Thankfully, you do not have to torture yourself with strenuous exercise or skip food and go hungry to lose that 500 calories worth of food a day. Nor do you even have to keep track of calories at all. Those who fixate on the numbers tend to miss out on some of the best super foods: like the good fats. Nuts, avocados, coconut oil, eggs and butter have all been demonized for their caloric content, but are actually great for you, (depending partially on the source) and will even help you lose weight!

This is because most people are fat because they are malnourished, not because they are eating too many calories. (Just the wrong ones.) And as exercise only increases the need for nutrients, you will need to have an increase in good food, or you will only get more deficient! (And consequently get fatter!) So while quality food is the main player in any weight loss plan, it is important not to downplay the benefits of exercise. The part it plays in weight loss has long been overstated, but it has a crucial role in our physical health, in fighting disease, bone loss and in our mental health. You just need to eat more good food and lots of water while doing it, or you might as well skip it. . .as you won't be doing your body any favors.
Presuming you plan to keep to whole foods and water to hunger though, it is a great thing to be active. If you don't get enough activity in your day with spurts of running after kids, gardening, or some other heart pounding work, this is a fine routine I stole:

  1. Warm up for three minutes
  2. Exercise as hard and fast as you can for 30 seconds. You should feel like you couldn't possibly go on another few seconds
  3. Recover for 90 seconds
  4. Repeat the high intensity exercise and recovery 7 more times
As you can see, the entire workout is only 20 minutes. 
 Dr Mercola recommends and calls this a Peak fitness routine. I for one will try to do this, as well as roller skating, gardening and normal life with 5 young kids, and most importantly, eating healthy food. Doing this I have no doubt that I will lose my bit of baby weight in a timely fashion as usual, and I know you can do it too.
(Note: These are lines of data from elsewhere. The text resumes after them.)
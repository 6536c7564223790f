#pragma once
// From the basis to the answer: balanced truncation or the diagonal form, and exact steps in time.

#include <tepor/answers/impl/compact_basis.hpp>

namespace tepor {

namespace detail {

/// x' = A x + B u, y = C x + D u.
struct Continuous {
    Dense A, B, C, D;
};

/// The diagonal form of a basis, symmetric, with the modes too fast to matter replaced by their steady answer.
inline Continuous diagonal_form(const CompactBasis& basis, Dense D) {
    double slowest = 0.0;
    for (const double t : basis.times) slowest = std::max(slowest, t);
    std::vector<std::size_t> kept;
    for (std::size_t i = 0; i < basis.times.size(); ++i) {
        if (basis.times[i] > 1e-13 * slowest) {
            kept.push_back(i);
            continue;
        }
        for (std::size_t p = 0; p < D.rows; ++p)
            for (std::size_t q = 0; q < D.cols; ++q) D(p, q) += basis.c(p, i) * basis.b(i, q);
    }
    Continuous out;
    out.A = Dense(kept.size(), kept.size());
    out.B = Dense(kept.size(), D.cols);
    out.C = Dense(D.rows, kept.size());
    for (std::size_t k = 0; k < kept.size(); ++k) {
        const double t = basis.times[kept[k]];
        out.A(k, k) = -1.0 / t;
        for (std::size_t q = 0; q < D.cols; ++q) out.B(k, q) = basis.b(kept[k], q) / std::sqrt(t);
        for (std::size_t p = 0; p < D.rows; ++p) out.C(p, k) = basis.c(p, kept[k]) / std::sqrt(t);
    }
    out.D = std::move(D);
    return out;
}

/// L with L L^T = the Gramian of a diagonal stable A and the rows of `load` (states x count): entries b_i.b_j / (a_i + a_j).
inline Dense gramian_factor(const Dense& A, const Dense& load) {
    const std::size_t n = A.rows;
    std::vector<double> P(n * n);
    for (std::size_t i = 0; i < n; ++i)
        for (std::size_t j = 0; j < n; ++j) {
            double s = 0.0;
            for (std::size_t k = 0; k < load.cols; ++k) s += load(i, k) * load(j, k);
            P[i * n + j] = s / -(A(i, i) + A(j, j));
        }
    std::vector<double> value;
    std::vector<double> vector;
    symmetric_eigen(P, n, value, vector);
    Dense L(n, n);
    for (std::size_t j = 0; j < n; ++j) {
        const double s = std::sqrt(std::max(value[j], 0.0));
        for (std::size_t i = 0; i < n; ++i) L(i, j) = vector[i * n + j] * s;
    }
    return L;
}

/// Balanced form to `order` states, or as many as keep 2 x the rest below `allowed`; dropped states at their steady answer.
inline Continuous balance(const Continuous& full, Index order, double allowed, std::vector<double>& dropped) {
    const std::size_t n = full.A.rows;
    const Dense Lp = gramian_factor(full.A, full.B);
    const Dense Lq = gramian_factor(full.A, transposed(full.C));
    const Singular svd = singular_values(product(transposed(Lq), Lp));
    std::size_t usable = 0;
    while (usable < n && svd.s[usable] > 1e-13 * svd.s[0]) ++usable;
    std::size_t r = 0;
    if (order > 0) {
        r = std::min(as_size(order), usable);
    } else {
        double rest = 0.0;
        r = n;
        while (r > 0 && 2.0 * (rest + svd.s[r - 1]) <= allowed) rest += svd.s[--r];
        r = std::min(r, usable);
    }
    dropped.assign(svd.s.begin() + static_cast<Index>(r), svd.s.end());
    // W_l^T W_r = I on the usable states
    Dense left(n, usable);
    Dense right(n, usable);
    const Dense from_left = product(Lq, svd.U);
    const Dense from_right = product(Lp, svd.V);
    for (std::size_t j = 0; j < usable; ++j) {
        const double s = 1.0 / std::sqrt(svd.s[j]);
        for (std::size_t i = 0; i < n; ++i) {
            left(i, j) = from_left(i, j) * s;
            right(i, j) = from_right(i, j) * s;
        }
    }
    const Dense A = product(transposed(left), product(full.A, right));
    const Dense B = product(transposed(left), full.B);
    const Dense C = product(full.C, right);
    Continuous out;
    const std::size_t rest = usable - r;
    out.A = A.block(0, 0, r, r);
    out.B = B.block(0, 0, r, B.cols);
    out.C = C.block(0, 0, C.rows, r);
    out.D = full.D;
    if (rest > 0) {
        const Dense A22 = A.block(r, r, rest, rest);
        const Dense C2 = C.block(0, r, C.rows, rest);
        const Dense A12 = A.block(0, r, r, rest);
        const Dense X21 = solve(A22, A.block(r, 0, rest, r));
        const Dense X2 = solve(A22, B.block(r, 0, rest, B.cols));
        out.A = sum(out.A, -1.0, product(A12, X21));
        out.B = sum(out.B, -1.0, product(A12, X2));
        out.C = sum(out.C, -1.0, product(C2, X21));
        out.D = sum(out.D, -1.0, product(C2, X2));
    }
    return out;
}

/// Steady gain D - C A^-1 B.
inline Dense steady_gain(const Continuous& m) {
    return m.A.rows == 0 ? m.D : sum(m.D, -1.0, product(m.C, solve(m.A, m.B)));
}

/// Exact steps for inputs held over dt.
inline void discretise(const Continuous& m, double dt, Dense& A, Dense& B) {
    const std::size_t n = m.A.rows;
    bool diagonal = true;
    for (std::size_t i = 0; i < n; ++i)
        for (std::size_t j = 0; j < n; ++j) diagonal = diagonal && (i == j || m.A(i, j) == 0.0);
    A = Dense(n, n);
    B = Dense(n, m.B.cols);
    if (diagonal) {
        for (std::size_t i = 0; i < n; ++i) {
            A(i, i) = std::exp(m.A(i, i) * dt);
            for (std::size_t j = 0; j < m.B.cols; ++j) B(i, j) = std::expm1(m.A(i, i) * dt) / m.A(i, i) * m.B(i, j);
        }
        return;
    }
    Dense joined(n + m.B.cols, n + m.B.cols);
    for (std::size_t i = 0; i < n; ++i) {
        for (std::size_t j = 0; j < n; ++j) joined(i, j) = m.A(i, j) * dt;
        for (std::size_t j = 0; j < m.B.cols; ++j) joined(i, n + j) = m.B(i, j) * dt;
    }
    const Dense e = exponential(std::move(joined));
    A = e.block(0, 0, n, n);
    B = e.block(0, n, n, m.B.cols);
}

} // namespace detail

TEPOR_INLINE StateSpace compact(const Body& body, const CompactOptions& options) {
    using namespace detail;
    CompactPlant plant(body, options);
    CompactBasis basis(plant);
    const double highest = options.highest_frequency > 0.0 ? options.highest_frequency : pi / options.sample_time;
    // most of the tolerance is left to truncation, which is what makes the model small
    basis.build(highest, 0.1 * options.tolerance, 13);
    const double basis_error = basis.worst();
    Continuous full = diagonal_form(basis, plant.D);
    const Dense exact = steady_gain(full);
    Continuous model;
    StateSpace out;
    if (options.passive) {
        model = full;
    } else {
        const double allowed = options.tolerance * basis.peak - basis_error;
        if (options.order == 0 && !(allowed > 0.0))
            throw Error(ErrorCode::not_converged, "tolerance",
                        text("compact: the basis is certified to ", basis_error / basis.peak,
                             " of the peak gain only, asked were ", options.tolerance,
                             "; raise the tolerance or lower highest_frequency"));
        model = balance(full, options.order, allowed, out.dropped);
        model.D = sum(model.D, 1.0, sum(exact, -1.0, steady_gain(model)));
    }
    double truncated = 0.0;
    for (const double s : out.dropped) truncated += 2.0 * s;
    out.error_bound = basis_error + truncated;
    if (options.order == 0 && out.error_bound > options.tolerance * basis.peak * (1.0 + 1e-9))
        throw Error(ErrorCode::not_converged, "tolerance",
                    text("compact: an error of ", out.error_bound / basis.peak,
                         " of the peak gain is what can be certified; asked were ", options.tolerance));
    out.basis_error = basis_error;
    out.peak_gain = basis.peak;
    out.frequencies = basis.frequencies;
    out.basis_size = static_cast<Index>(basis.size());
    out.factorisations = plant.factorisations;
    out.linearised = plant.model()->nonlinear;
    out.order = static_cast<Index>(model.A.rows);
    out.inputs = static_cast<Index>(options.inputs.size());
    out.outputs = static_cast<Index>(options.outputs.size());
    out.sample_time = options.sample_time;
    Dense A;
    Dense B;
    discretise(model, options.sample_time, A, B);
    // back to the user's units
    for (std::size_t i = 0; i < model.A.rows; ++i)
        for (std::size_t j = 0; j < model.B.cols; ++j) {
            B(i, j) /= plant.input_scale[j];
            model.B(i, j) /= plant.input_scale[j];
        }
    for (std::size_t i = 0; i < model.C.rows; ++i) {
        for (std::size_t j = 0; j < model.C.cols; ++j) model.C(i, j) *= plant.output_scale[i];
        for (std::size_t j = 0; j < model.D.cols; ++j) model.D(i, j) *= plant.output_scale[i] / plant.input_scale[j];
    }
    out.A = A.data;
    out.B = B.data;
    out.C = model.C.data;
    out.D = model.D.data;
    out.Ac = model.A.data;
    out.Bc = model.B.data;
    out.x0.assign(model.A.rows, 0.0);
    out.u0 = plant.u0;
    out.y0 = plant.y0;
    out.input_scale = plant.input_scale;
    out.output_scale = plant.output_scale;
    for (const Parameter& p : options.inputs) out.input_names.push_back(p.name());
    for (const Quantity& q : options.outputs) {
        out.output_names.push_back(q.label());
        const bool kelvin = q.is_temperature() && body.options().scale == TemperatureScale::kelvin;
        out.output_units.push_back(kelvin ? "K" : q.unit());
    }
    out.reset();
    return out;
}

} // namespace tepor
  1. I love the way you write's as if you were actually talking to us! You are so right about good food and water. Since May of this year I increased my daily walking to about 4 miles and in June went up to six miles and have kept it there. During the summer months I drank more water, ate more fruits and managed to lose 10 lbs. Now that the weather is much cooler I've noticed my water intake has declined and I've become hungrier! I have not, however, gained any pounds which I still credit to always walking at least 6 miles a day. Luckily my dog is my main motivation along with walking many dogs at the Humane Shelter. I like the idea of intense exercise for 30 secs and recovery for 90. Jumping jacks just about kill me so I'm thinking of giving those a try.

  2. Well thank you, and I believe you should be fine, though taking the slow way to loose weight. If you enjoy it, and it's not too time consuming or strenuous, and you eat good snacks, you should at least not gain weight., and may loose it even . .until you stop anyhow.